Ночные ужасы 10 июня 21:01

Тот, кто любит джаз

Тот, кто любит джаз

В Новом Орлеане ночь начинается рано. То есть формально — в восемь, когда солнце валится за Миссисипи как пьяный матрос с парохода, но настоящая ночь, та самая, во Французском квартале начинается часам к одиннадцати. Когда туристы расползаются с Бурбон-стрит, потягивая дайкири из пластиковых стаканчиков, а в переулках остаются только мы. Те, кто работает по ночам.

Я — настройщик.

Точнее, реставратор: старые механические пианино, пианолы, фисгармонии с педальными мехами — все, что издает звук через дерево, войлок и волю покойного мастера. Хосе с Декатур-стрит чинит саксофоны (его дед играл с Кингом Оливером, и Хосе любит про это напомнить), а я чиню пианино. Так с дедушкой повелось: он держал мастерскую на Шартр-стрит еще в шестидесятые, когда квартал был не глянцевой открыткой для японцев, а просто старым, потным, дышащим городом.

Тишина.

Я работаю в тишине, потому что иначе не услышишь, как фальшивит молоточек на до-диез четвертой октавы — тот самый звук, похожий на скрип старой двери в сухую погоду, который большинство людей вообще не различает. А я различаю. Профессия такая — улавливать то, что другие пропускают.

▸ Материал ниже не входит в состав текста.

class RunFilterProxy(QAbstractProxyModel):
    """The rows of the quick filter (plus the pinned run) in the chosen column's order, computed on arrays.

    A sort or filter is one numpy pass over the source model's columns (a stable sort: ties keep the set's
    order, as Qt's own sorting proxy did), never a call per cell.  Each change of the source reaches the
    view as one signal: a reset, or ``rowsInserted`` when runs that arrived while loading go at the end.
    A sort keeps the selection (a layout change).
    """

    def __init__(self, parent=None) -> None:
        super().__init__(parent)
        self.mode = "all"
        self.only: frozenset[str] | None = None  # a given list of runs (e.g. a summary warning's) instead
        self.pinned = ""   # the run on screen: listed even when it no longer matches the filter
        self.sort_column = -1
        self.sort_order = Qt.SortOrder.AscendingOrder
        self._rows = np.zeros(0, dtype=np.intp)   # proxy row -> source row
        self._pos = np.zeros(0, dtype=np.intp)    # source row -> proxy row, -1 when hidden

    # --- the mapping --------------------------------------------------------------------------
    def _order(self) -> np.ndarray:
        model = self.sourceModel()
        n = model.n_rows if model is not None else 0
        if n == 0:
            return np.zeros(0, dtype=np.intp)
        if self.only is not None:
            # one lookup per given run in the model's index (numpy's isin on text compared every given id with
            # every listed one: 1.3 s per keystroke of a search matching most of 10,000 runs)
            keep = np.zeros(n, dtype=bool)
            rows = [r for r in map(model.row_of, self.only) if r is not None]
            keep[np.array(rows, dtype=np.intp)] = True
        else:
            keep = model.mask(self.mode)
        if self.pinned:
            r = model.row_of(self.pinned)
            if r is not None:
                keep[r] = True
        rows = np.flatnonzero(keep)
        if self.sort_column >= 0 and rows.size:
            key = model.sort_key(self.sort_column)[rows]
            if self.sort_order == Qt.SortOrder.DescendingOrder:
                key = -key
            rows = rows[np.argsort(key, kind="stable")]
        return rows

    def _install(self, rows: np.ndarray) -> None:
        self._rows = rows.astype(np.intp, copy=False)
        n = self.sourceModel().n_rows if self.sourceModel() is not None else 0
        pos = np.full(n, -1, dtype=np.intp)
        pos[self._rows] = np.arange(self._rows.size, dtype=np.intp)
        self._pos = pos

    def _reset(self) -> None:
        self.beginResetModel()
        self._install(self._order())
        self.endResetModel()

    def _source_about_to_reset(self) -> None:
        self.beginResetModel()

    def _source_reset(self) -> None:
        self._install(self._order())
        self.endResetModel()

    def _source_inserted(self, _parent, _first, _last) -> None:
        new = self._order()
        old = self._rows
        if new.size > old.size and np.array_equal(new[:old.size], old):
            self.beginInsertRows(QModelIndex(), int(old.size), int(new.size) - 1)
            self._install(new)
            self.endInsertRows()
        elif np.array_equal(new, old):
            self._install(new)  # the new runs are all filtered out: nothing the view shows changes
        else:
            self.beginResetModel()
            self._install(new)
            self.endResetModel()

    def setSourceModel(self, model) -> None:  # noqa: N802
        super().setSourceModel(model)
        model.extra_note = self.extra_note
        model.pinned_run = lambda: self.pinned
        model.modelAboutToBeReset.connect(self._source_about_to_reset)
        model.modelReset.connect(self._source_reset)
        model.rowsInserted.connect(self._source_inserted)
        model.dataChanged.connect(self._source_data_changed)
        self._reset()

    def _source_data_changed(self, top_left, bottom_right, roles=()) -> None:
        for r in range(top_left.row(), bottom_right.row() + 1):
            p = self._pos[r] if r < self._pos.size else -1
            if p >= 0:
                self.dataChanged.emit(self.index(int(p), top_left.column()),
                                      self.index(int(p), bottom_right.column()), roles)

    def _source_row(self, index: QModelIndex) -> int | None:
        """The source row behind a proxy index, found in Python (None: no such row, or no source)."""
        r = index.row()
        if self.sourceModel() is None or not 0 <= r < self._rows.size or not index.isValid():
            return None
        return int(self._rows[r])

    def data(self, index: QModelIndex, role=Qt.ItemDataRole.DisplayRole) -> Any:
        """The source row's cell, asked of the source model in Python.  (The base class maps the index through
        :meth:`mapToSource`, whose source index calls back into Python twice: each call from Qt into Python waits
        for Python's lock, which a busy loader thread holds, and a repaint of the table made ~4 such calls per
        cell and role.)"""
        row = self._source_row(index)
        return None if row is None else self.sourceModel().cell(row, index.column(), role)

    def multiData(self, index: QModelIndex, roles) -> None:  # noqa: N802
        """Every role a cell is painted with, filled in one call from Qt (the item delegate asks seven roles per
        cell at once; answered role by role, each was a call from Qt into Python waiting for Python's lock)."""
        row = self._source_row(index)
        if row is None:
            for item in roles:
                item.clearData()
            return
        model, column = self.sourceModel(), index.column()
        for item in roles:
            item.setData(model.cell(row, column, item.role()))

    def flags(self, index: QModelIndex):
        """Enabled and selectable (the source's own flags, without mapping the index through Python twice)."""
        if not index.isValid():
            return Qt.ItemFlag.NoItemFlags
        return _CELL_FLAGS

    def mapToSource(self, proxy_index: QModelIndex) -> QModelIndex:  # noqa: N802
        if not proxy_index.isValid() or self.sourceModel() is None:
            return QModelIndex()
        r = proxy_index.row()
        if not 0 <= r < self._rows.size:
            return QModelIndex()
        return self.sourceModel().index(int(self._rows[r]), proxy_index.column())

    def mapFromSource(self, source_index: QModelIndex) -> QModelIndex:  # noqa: N802
        if not source_index.isValid():
            return QModelIndex()
        r = source_index.row()
        if not 0 <= r < self._pos.size or self._pos[r] < 0:
            return QModelIndex()
        return self.createIndex(int(self._pos[r]), source_index.column())

    def index(self, row: int, column: int, parent=QModelIndex()) -> QModelIndex:
        if parent.isValid() or not (0 <= row < self._rows.size and 0 <= column < len(COLUMNS)):
            return QModelIndex()
        return self.createIndex(row, column)

    def parent(self, *args):  # noqa: D401  (index.parent() and QObject.parent() share the name)
        if args:
            return QModelIndex()
        return super().parent()

    def rowCount(self, parent=QModelIndex()) -> int:  # noqa: N802
        return 0 if parent.isValid() else int(self._rows.size)

    def columnCount(self, parent=QModelIndex()) -> int:  # noqa: N802
        return 0 if parent.isValid() else len(COLUMNS)

    def headerData(self, section, orientation, role=Qt.ItemDataRole.DisplayRole):  # noqa: N802
        if orientation == Qt.Orientation.Horizontal and self.sourceModel() is not None:
            return self.sourceModel().headerData(section, orientation, role)
        return None

    def sort(self, column: int, order=Qt.SortOrder.AscendingOrder) -> None:
        """Order the rows by ``column`` (a layout change: the selection stays on its run)."""
        self.sort_column, self.sort_order = column, order
        self._relayout(self._order())

    def rows_changed(self) -> None:
        """Some source rows' cells changed: filter and sort again; the same rows in another order are a layout change,
        other rows listed a reset (nothing at all when neither)."""
        rows = self._order()
        if np.array_equal(rows, self._rows):
            return
        if rows.size == self._rows.size and np.array_equal(np.sort(rows), np.sort(self._rows)):
            self._relayout(rows)
        else:
            self.beginResetModel()
            self._install(rows)
            self.endResetModel()

    def _relayout(self, rows: np.ndarray) -> None:
        self.layoutAboutToBeChanged.emit()
        persistent = self.persistentIndexList()
        sources = [(int(self._rows[i.row()]) if 0 <= i.row() < self._rows.size else -1, i.column())
                   for i in persistent]
        self._install(rows)
        self.changePersistentIndexList(persistent, [
            self.createIndex(int(self._pos[s]), c) if s >= 0 and self._pos[s] >= 0 else QModelIndex()
            for s, c in sources])
        self.layoutChanged.emit()

    def source_rows(self) -> np.ndarray:
        """The source rows listed, in the view's order."""
        return self._rows.copy()

    def visible_runs(self) -> list[str]:
        model = self.sourceModel()
        return model.column("run")[self._rows].tolist() if model is not None and self._rows.size else []

    # --- the filter ---------------------------------------------------------------------------
    def set_mode(self, mode: str, only: frozenset[str] | None = None) -> None:
        self.mode, self.only, self.pinned = mode, only, ""
        self._reset()

    def matches(self, row: dict) -> bool:
        """The row passes the quick filter (or is one of the given runs), pin aside."""
        if self.only is not None:
            return row["run"] in self.only
        return row_matches(row, self.mode)

    def describe(self) -> str:
        return "the given list of runs" if self.only is not None else f"the filter '{FILTER_NAMES.get(self.mode, self.mode)}'"

    def set_pinned(self, run_id: str) -> None:
        """Pin another run; the filter is run again only when the old pin was listed for its pin alone."""
        old = self.pinned
        if run_id == old:
            return
        model = self.sourceModel()
        r = model.row_of(old) if old else None
        extra = r is not None and not self.matches(model.row(r))
        self.pinned = run_id
        if extra:
            self._reset()

    def is_extra(self, source_row: int) -> bool:
        """The row is listed only because it is pinned (it no longer matches the filter)."""
        return bool(self.extra_note(self.sourceModel().row(source_row)))

    def extra_note(self, row: dict) -> str:
        if not self.pinned or row["run"] != self.pinned or self.matches(row):
            return ""
        return f"Listed while it is on screen: it no longer matches {self.describe()}."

Кофе у меня всегда черный, с цикорием. Café du Monde на Декатур работает круглосуточно, и я там завсегдатай уже лет двадцать — Мариза, кубинка с татуировкой колибри на запястье, наливает мне без сахара и без вопросов. Беньеты — это для туристов. Я ем соленые крекеры, потому что от сладкого зубы ноют, а зубной кабинет на Эспланейд-авеню обходится в полторы тысячи долларов за пломбу. Дороже, чем мой месячный заказ войлока из Германии.

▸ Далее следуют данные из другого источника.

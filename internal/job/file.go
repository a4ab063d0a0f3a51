package job

import (
	"errors"
	"io"
	"io/fs"
	"os"

	"pqfab/geom"
)

// ReadFile reads and parses a job file from disk: a regular file (never a
// FIFO or device, which could block) of at most MaxFileBytes.
func ReadFile(path string) (*Job, error) {
	st, err := os.Stat(path)
	if err != nil {
		var pe *fs.PathError
		if errors.As(err, &pe) {
			err = pe.Err
		}
		return nil, &geom.InputError{File: path, Msg: err.Error()}
	}
	if !st.Mode().IsRegular() {
		return nil, &geom.InputError{File: path, Msg: "is not a regular file (a folder, FIFO, device or socket)"}
	}
	f, err := os.Open(path)
	if err != nil {
		return nil, &geom.InputError{File: path, Msg: errors.Unwrap(err).Error()}
	}
	defer f.Close()
	data, err := io.ReadAll(io.LimitReader(f, MaxFileBytes+1))
	if err != nil {
		return nil, &geom.InputError{File: path, Msg: "read failed: " + err.Error()}
	}
	return Parse(data, path)
}
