package job

import (
	"bufio"
	"bytes"
	"errors"
	"fmt"
	"reflect"
	"regexp"
	"slices"
	"strconv"
	"strings"

	"github.com/BurntSushi/toml"

	"pqfab/quadnet"
)

// MaxFileBytes is the largest job file read (1 MiB): a job is a page of
// settings.
const MaxFileBytes = 1 << 20

// Parse reads and checks a job file's text. Errors name the file, the
// line and the key, in plain words.
func Parse(data []byte, file string) (*Job, error) {
	if len(data) > MaxFileBytes {
		return nil, &quadnet.InputError{File: file, Msg: fmt.Sprintf("%d bytes: a job file is at most %d bytes", len(data), MaxFileBytes)}
	}
	j := defaults(file)
	j.lines = indexKeys(data)
	if len(bytes.TrimSpace(data)) == 0 {
		return nil, &quadnet.InputError{File: file, Msg: "empty job file"}
	}
	md, err := toml.Decode(string(data), j)
	if err != nil {
		return nil, decodeError(err, file)
	}
	if und := md.Undecoded(); len(und) > 0 {
		k := und[0].String()
		msg := "unknown key (see the README for the job file's keys)"
		if s := suggest(k); s != "" {
			msg = fmt.Sprintf("unknown key; did you mean %s?", s)
		}
		return nil, j.Errorf(k, "%s", msg)
	}
	if j.Stock == nil {
		return nil, &quadnet.InputError{File: file, Msg: "no [[stock]] sheet given: nesting needs at least one"}
	}
	// The keys each [[stock]] and [[bar]] table holds: the others take
	// their defaults (a table read into a list starts from zero values).
	var given struct {
		Stock []map[string]any `toml:"stock"`
		Bar   []map[string]any `toml:"bar"`
	}
	if _, err := toml.Decode(string(data), &given); err != nil {
		return nil, decodeError(err, file)
	}
	for i := range j.Stock {
		fillDefaults(&j.Stock[i], stockDefaults(), given.Stock, i)
	}
	for i := range j.Bar {
		fillDefaults(&j.Bar[i], barDefaults(), given.Bar, i)
	}
	for i := range j.Stock {
		if j.Stock[i].Name == "" {
			j.Stock[i].Name = fmt.Sprintf("stock %d", i+1)
		}
	}
	if err := j.check(); err != nil {
		return nil, err
	}
	return j, nil
}

// fillDefaults sets every field of *dst whose key tables[i] does not
// hold to its value in def.
func fillDefaults[T any](dst *T, def T, tables []map[string]any, i int) {
	var keys map[string]any
	if i < len(tables) {
		keys = tables[i]
	}
	dv, fv := reflect.ValueOf(dst).Elem(), reflect.ValueOf(def)
	for k := range dv.NumField() {
		tag := dv.Type().Field(k).Tag.Get("toml")
		if _, ok := keys[tag]; !ok && tag != "" && tag != "-" {
			dv.Field(k).Set(fv.Field(k))
		}
	}
}

var tomlTypeErr = regexp.MustCompile(`^toml: line (\d+) \(last key "([^"]*)"\): (.*)$`)
var tomlTypes = regexp.MustCompile(`TOML value has type (\S+); destination has type (\S+)`)

// decodeError turns the TOML library's errors into ours: syntax errors keep
// their line, type mismatches say what the key wants in plain words.
func decodeError(err error, file string) error {
	var pe toml.ParseError
	if errors.As(err, &pe) {
		e := &quadnet.InputError{File: file, Line: pe.Position.Line, Msg: "TOML syntax: " + pe.Message}
		if pe.LastKey != "" {
			e.Elem = "key " + pe.LastKey
		}
		return e
	}
	if m := tomlTypeErr.FindStringSubmatch(err.Error()); m != nil {
		line, _ := strconv.Atoi(m[1])
		msg := m[3]
		if t := tomlTypes.FindStringSubmatch(msg); t != nil {
			msg = fmt.Sprintf("want %s, got %s", goTypeWords(t[2]), tomlTypeWords(t[1]))
		} else {
			msg = "this value does not fit the key (see the README for the job file's keys)"
		}
		return &quadnet.InputError{File: file, Line: line, Elem: "key " + m[2], Msg: msg}
	}
	return &quadnet.InputError{File: file, Msg: "cannot read the job: its values do not fit the keys (see the README)"}
}

// goTypeWords names what a Go destination type wants.
func goTypeWords(t string) string {
	switch {
	case strings.HasPrefix(t, "float"):
		return "a number"
	case strings.HasPrefix(t, "int"), strings.HasPrefix(t, "uint"):
		return "a whole number"
	case t == "string":
		return "text in quotes"
	case t == "bool":
		return "true or false"
	case strings.HasPrefix(t, "[]string"):
		return "a list of texts in quotes, such as [\"12\", \"14\"]"
	case strings.HasPrefix(t, "[]"):
		return "a [[table]]"
	}
	return "a table"
}

// tomlTypeWords names a TOML value type.
func tomlTypeWords(t string) string {
	switch strings.ToLower(t) {
	case "string":
		return "text"
	case "integer":
		return "a whole number"
	case "float":
		return "a number"
	case "bool", "boolean":
		return "true or false"
	case "array":
		return "a list"
	case "hash", "table":
		return "a table"
	}
	return "another kind of value"
}

// knownKeys lists every key of the job file, "table.key" and "stock.key",
// from the struct tags.
func knownKeys() []string {
	var keys []string
	var walk func(t reflect.Type, prefix string)
	walk = func(t reflect.Type, prefix string) {
		for f := range t.Fields() {
			tag := f.Tag.Get("toml")
			if tag == "" || tag == "-" {
				continue
			}
			ft := f.Type
			for ft.Kind() == reflect.Pointer || ft.Kind() == reflect.Slice {
				ft = ft.Elem()
			}
			if ft.Kind() == reflect.Struct {
				keys = append(keys, prefix+tag)
				walk(ft, prefix+tag+".")
				continue
			}
			keys = append(keys, prefix+tag)
		}
	}
	walk(reflect.TypeFor[Job](), "")
	slices.Sort(keys)
	return keys
}

// suggest returns the known key nearest to an unknown one (by edit
// distance, at most a third of its length), or "".
func suggest(key string) string {
	best, bestD := "", len(key)/3+1
	for _, k := range knownKeys() {
		if d := editDistance(key, k); d < bestD {
			best, bestD = k, d
		}
	}
	return best
}

// editDistance is the Levenshtein distance between a and b.
func editDistance(a, b string) int {
	prev := make([]int, len(b)+1)
	cur := make([]int, len(b)+1)
	for j := range prev {
		prev[j] = j
	}
	for i := 1; i <= len(a); i++ {
		cur[0] = i
		for j := 1; j <= len(b); j++ {
			c := prev[j-1]
			if a[i-1] != b[j-1] {
				c++
			}
			cur[j] = min(c, prev[j]+1, cur[j-1]+1)
		}
		prev, cur = cur, prev
	}
	return prev[len(b)]
}

// keyLines finds the line of each key in a TOML text: "table.key" for
// plain tables and "stock[2].key" for the second [[stock]] table.
type keyLines struct{ lines map[string]int }

func indexKeys(data []byte) *keyLines {
	kl := &keyLines{lines: map[string]int{}}
	sc := bufio.NewScanner(bytes.NewReader(data))
	sc.Buffer(make([]byte, 64*1024), MaxFileBytes+1)
	table := ""
	arrays := map[string]int{}
	for n := 1; sc.Scan(); n++ {
		s := strings.TrimSpace(sc.Text())
		switch {
		case strings.HasPrefix(s, "[["):
			name := strings.TrimSpace(strings.Trim(strings.SplitN(s, "]]", 2)[0], "[ "))
			arrays[name]++
			table = fmt.Sprintf("%s[%d]", name, arrays[name])
			kl.set(table, n)
		case strings.HasPrefix(s, "["):
			table = strings.TrimSpace(strings.Trim(strings.SplitN(s, "]", 2)[0], "[ "))
			kl.set(table, n)
		default:
			if k, _, ok := strings.Cut(s, "="); ok && !strings.HasPrefix(s, "#") {
				key := strings.Trim(strings.TrimSpace(k), `"`)
				if table != "" {
					kl.set(table+"."+key, n)
					// Undecoded keys of array tables come without the index:
					// remember the first line under the plain name too.
					if i := strings.IndexByte(table, '['); i >= 0 {
						kl.set(table[:i]+"."+key, n)
					}
				} else {
					kl.set(key, n)
				}
			}
		}
	}
	return kl
}

func (kl *keyLines) set(key string, n int) {
	if _, ok := kl.lines[key]; !ok {
		kl.lines[key] = n
	}
}

// line returns the line of a key such as "net.unit", "stock[1].width_mm",
// "stock" (the first [[stock]]) or, for an undecoded key in an array
// table, "stock.colour" (the first such key); 0 if not found.
func (kl *keyLines) line(key string) int {
	if kl == nil {
		return 0
	}
	if n, ok := kl.lines[key]; ok {
		return n
	}
	if n, ok := kl.lines[key+"[1]"]; ok {
		return n // an array table: its first table
	}
	return 0
}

Живу я на Дофин-стрит, в квартире над пустующей лавкой ритуальных товаров — раньше там продавали гри-гри, талисманы, корни и всякую вудуистскую дребедень, потом хозяйка умерла, а ее внучка переехала в Хьюстон и сдавать лавку никому не хочет. Так что подо мной — пустота. Иногда мне это даже нравится. Никто не стучит в потолок, когда я в три часа ночи проверяю строй на старом «Bösendorfer».

В ту ночь — а это был четверг, я помню точно, потому что по четвергам мадам Бошан с Эспланейд приносит мне жареную окру — в ту ночь я работал над пианолой 1908 года. Производство Aeolian, корпус из темного ореха, перфолента почти истлела. Привезли ее из дома на Эспланейд-Ридж, наследники разбирали имущество прадеда, какого-то итальянского бакалейщика, который, по их словам, «жил тихо и умер тихо».

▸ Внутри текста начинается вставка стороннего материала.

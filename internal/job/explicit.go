package job

import (
	"pqfab/nodes"
	"pqfab/panels"
	"pqfab/quadnet"
)

// A job file, and a flag of the single-stage commands, reads 0 as 0; the
// libraries read a zero option field as the field's default, and take a
// negative constant (panels.NoFairness, panels.NoTypeTol,
// nodes.NoTypeTol, quadnet.NoTol, quadnet.NoBound) where 0 is a setting of its
// own. The Explicit functions take options whose every field is given, 0
// meaning 0 (filled from a job or from flags), check them as given with
// the library's ValidateExact (so a 0 the library has no setting for, and
// a negative constant typed as a number, are refused in the library's
// words), and return them as the library reads them: each 0 that is a
// setting of its own turned into the constant that asks for it.

// zeroAs sets *v to the library's constant for zero when it is 0.
func zeroAs(v *float64, constant float64) {
	if *v == 0 {
		*v = constant
	}
}

// ExplicitPlanarize returns planarize options given in full, 0 meaning 0,
// as panels.Planarize reads them, and the first problem with them.
func ExplicitPlanarize(o panels.PlanarizeOptions) (panels.PlanarizeOptions, error) {
	if err := o.ValidateExact(); err != nil {
		return o, err
	}
	zeroAs(&o.Fairness, panels.NoFairness)
	return o, nil
}

// ExplicitNodes returns node options given in full, 0 meaning 0, as
// nodes.Build reads them, and the first problem with them. An empty axis
// method is normal axes, as it always was for a job and the flags; a hub
// radius of 0 is no hub, which is the library's default.
func ExplicitNodes(o nodes.Options) (nodes.Options, error) {
	if o.Axis == "" {
		o.Axis = nodes.AxisNormal
	}
	if err := o.ValidateExact(); err != nil {
		return o, err
	}
	zeroAs(&o.Types.LengthTolMM, nodes.NoTypeTol)
	zeroAs(&o.Types.AngleTolDeg, nodes.NoTypeTol)
	return o, nil
}

// ExplicitPanelTypes returns panel type tolerances given in full, 0
// meaning 0, as panels.Group reads them, and the first problem with them.
func ExplicitPanelTypes(o panels.TypeOptions) (panels.TypeOptions, error) {
	if err := o.ValidateExact(); err != nil {
		return o, err
	}
	zeroAs(&o.TolMM, panels.NoTypeTol)
	zeroAs(&o.AngleTolDeg, panels.NoTypeTol)
	return o, nil
}

// ExplicitValidate returns net checks given in full, 0 meaning 0, as
// quadnet.Validate reads them, and the first problem with them.
func ExplicitValidate(o quadnet.ValidateOptions) (quadnet.ValidateOptions, error) {
	if err := o.ValidateExact(); err != nil {
		return o, err
	}
	zeroAs(&o.CoincidentTolMM, quadnet.NoTol)
	zeroAs(&o.MinAreaMM2, quadnet.NoBound)
	zeroAs(&o.MinMedianEdgeMM, quadnet.NoBound)
	zeroAs(&o.MaxMedianEdgeMM, quadnet.NoBound)
	return o, nil
}
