// cornerAngles returns the inside angle at every corner of a
// counter-clockwise outline (degrees).
func cornerAngles(p geom.Polygon) []float64 {
	k := len(p)
	out := make([]float64, k)
	for i := range p {
		a, b, c := p[(i+k-1)%k], p[i], p[(i+1)%k]
		u, v := a.Sub(b), c.Sub(b)
		ang := math.Atan2(v.Cross(u), v.Dot(u)) * 180 / math.Pi
		if ang < 0 {
			ang += 360
		}
		out[i] = ang
	}
	return out
}

// Group sorts flat panels into the fewest types it finds by their cut
// outlines (see parttype.Solve for the method and its guarantees), panels
// with different corner counts or specification groups (Flat.SpecGroup) apart, sets each panel's Type, and returns
// the types numbered by nominal area, ties by the nominal edges, with a
// lower bound on their number. A zero tolerance of opt means its default.
func Group(flats []Flat, opt TypeOptions) ([]Type, parttype.Bound, error) {
	if err := opt.Validate(); err != nil {
		return nil, parttype.Bound{}, err
	}
	opt = opt.withDefaults()
	// Panels with other corner counts or in other specification groups
	// never share a type.
	byCount := map[[2]int][]int{}
	for f, fl := range flats {
		key := [2]int{fl.SpecGroup, len(fl.Cut)}
		byCount[key] = append(byCount[key], f)
	}
	counts := slices.SortedFunc(maps.Keys(byCount), func(a, b [2]int) int {
		if c := cmp.Compare(a[0], b[0]); c != 0 {
			return c
		}
		return cmp.Compare(a[1], b[1])
	})
	var types []Type
	var bound parttype.Bound
	for _, key := range counts {
		k := key[1]
		sh := newShape(k)
		sh.bevels = opt.Bevels
		ts, b, err := groupShape(flats, byCount[key], sh, opt)
		if err != nil {
			return nil, parttype.Bound{}, err
		}
		types = append(types, ts...)
		bound = bound.Add(b.Of(fmt.Sprintf("%d-corner panels", k)))
	}
	slices.SortStableFunc(types, func(a, b Type) int {
		return cmp.Compare(math.Round(a.AreaM2/areaResolutionM2), math.Round(b.AreaM2/areaResolutionM2))
	})
	width := max(3, len(fmt.Sprint(len(types))))
	for t := range types {
		types[t].Name = fmt.Sprintf("PT-%0*d", width, t+1)
		for _, f := range types[t].Panels {
			flats[f].Type = t
		}
	}
	return types, bound, nil
}

// areaResolutionM2 is the resolution to which nominal areas are rounded
// when types are numbered (1 mm²); ties go by the nominal edges.
const areaResolutionM2 = 1e-6

// groupShape groups the panels idx, all with the corners of s.
func groupShape(flats []Flat, idx []int, s panelShape, opt TypeOptions) ([]Type, parttype.Bound, error) {
	k := s.k
	G := k
	if opt.Mirror {
		G = 2 * k
	}
	full := s.full()
	p := &parttype.Problem{Parts: len(idx), Dim: full, Tol: make([]float64, full), Compose: make([][]int, G),
		Permutes: true, Coords: make([]float64, 0, len(idx)*G*full)}
	for d := range p.Tol {
		p.Tol[d] = opt.TolMM
		if d >= k+len(s.diags) {
			p.Tol[d] = opt.AngleTolDeg
		}
	}
	for a := range G {
		p.Compose[a] = make([]int, G)
		sa, da := s.variant(a)
		for b := range G {
			// Corner i of b is corner sb + db·i of a's reading, which is
			// corner sa + da·(sb + db·i) of the panel.
			sb, db := s.variant(b)
			p.Compose[a][b] = s.index(sa+da*sb, da*db)
		}
	}
	// Keys: the edges, the diagonals and the corner angles, each sorted:
	// every symmetry only permutes them, so each order statistic stays
	// within its tolerance inside a type.
	nd := len(s.diags)
	addKeys := func(n int, what, first, last string, tol float64) {
		for j := range n {
			name := parttype.Ordinal(j, n, first, last) + " " + what
			p.Keys = append(p.Keys, parttype.Key{Name: name, Tol: tol, Values: make([]float64, len(idx))})
		}
	}
	addKeys(k, "edge", "shortest", "longest", opt.TolMM)
	addKeys(nd, "diagonal", "shortest", "longest", opt.TolMM)
	addKeys(k, "corner angle", "smallest", "largest", opt.AngleTolDeg)
	if s.bevels {
		// A turn-over changes the bevels' signs: their sizes are keys.
		addKeys(k, "edge bevel size", "smallest", "largest", opt.AngleTolDeg)
	}
	dist := make([][]float64, k)
	for i := range dist {
		dist[i] = make([]float64, k)
	}
	for n, f := range idx {
		cut := flats[f].Cut
		for i := range k {
			for j := range k {
				dist[i][j] = cut[j].Sub(cut[i]).Norm()
			}
		}
		ang := cornerAngles(cut)
		for v := range G {
			p.Coords = s.coords(p.Coords, dist, ang, v)
			if s.bevels {
				p.Coords = s.bevelCoords(p.Coords, flats[f].BevelDeg, v)
			}
		}
		x := slices.Clone(p.Coords[n*G*full:][:full])
		slices.Sort(x[:k])
		slices.Sort(x[k : k+nd])
		slices.Sort(x[k+nd : s.dim])
		if s.bevels {
			for j := s.dim; j < full; j++ {
				x[j] = math.Abs(x[j])
			}
			slices.Sort(x[s.dim:])
		}
		for j, v := range x {
			p.Keys[j].Values[n] = v
		}
	}
	groups, bound, err := parttype.Solve(p)
	if err != nil {
		return nil, parttype.Bound{}, err
	}
	types := make([]Type, len(groups))
	for t, g := range groups {
		types[t] = panelType(flats, idx, s, g)
	}
	return types, bound, nil
}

Когда я разобрал верхнюю крышку, чтобы добраться до пневматического механизма, на дно корпуса упал конверт.

Не сразу упал. Сначала зашуршал — будто там, между струнами и резонансной декой, кто-то перевернулся во сне.

Конверт был желтый, как чай, заваренный третий раз. Бумага тонкая, с прожилками. Чернила выцветшие, но почерк — твердый, заостренный, с нажимом, который оставляет на бумаге маленькие порезы. Сверху — дата. Март 1919-го.

Я сел на пол. Колени хрустнули; в моем возрасте они хрустят всегда, но в тот момент звук показался непростительно громким.

Письмо было адресовано «обитателям этого дома». Я не буду пересказывать все — некоторые вещи лучше не повторять вслух, чтобы не повторять и в мыслях. Скажу только: автор представлялся демоном, утверждал, что прибыл из самых темных глубин преисподней, и обещал прийти в определенную ночь — но пощадить тот дом, в котором будет звучать джаз. Громко. Так, чтобы он услышал с улицы.

Я знал это письмо.

Каждый, кто прожил в Новом Орлеане больше десяти лет, его знает — в общих чертах, как городскую легенду, как страшилку, которой пугают друг друга подростки на Джексон-сквер. Дело давнее, очень давнее. Бакалейщики, в основном итальянцы. Топор всегда брался прямо во дворе жертвы, на ее собственной кухне. Преступника не нашли. Никогда. Газетчики назвали его... ну, неважно, как назвали.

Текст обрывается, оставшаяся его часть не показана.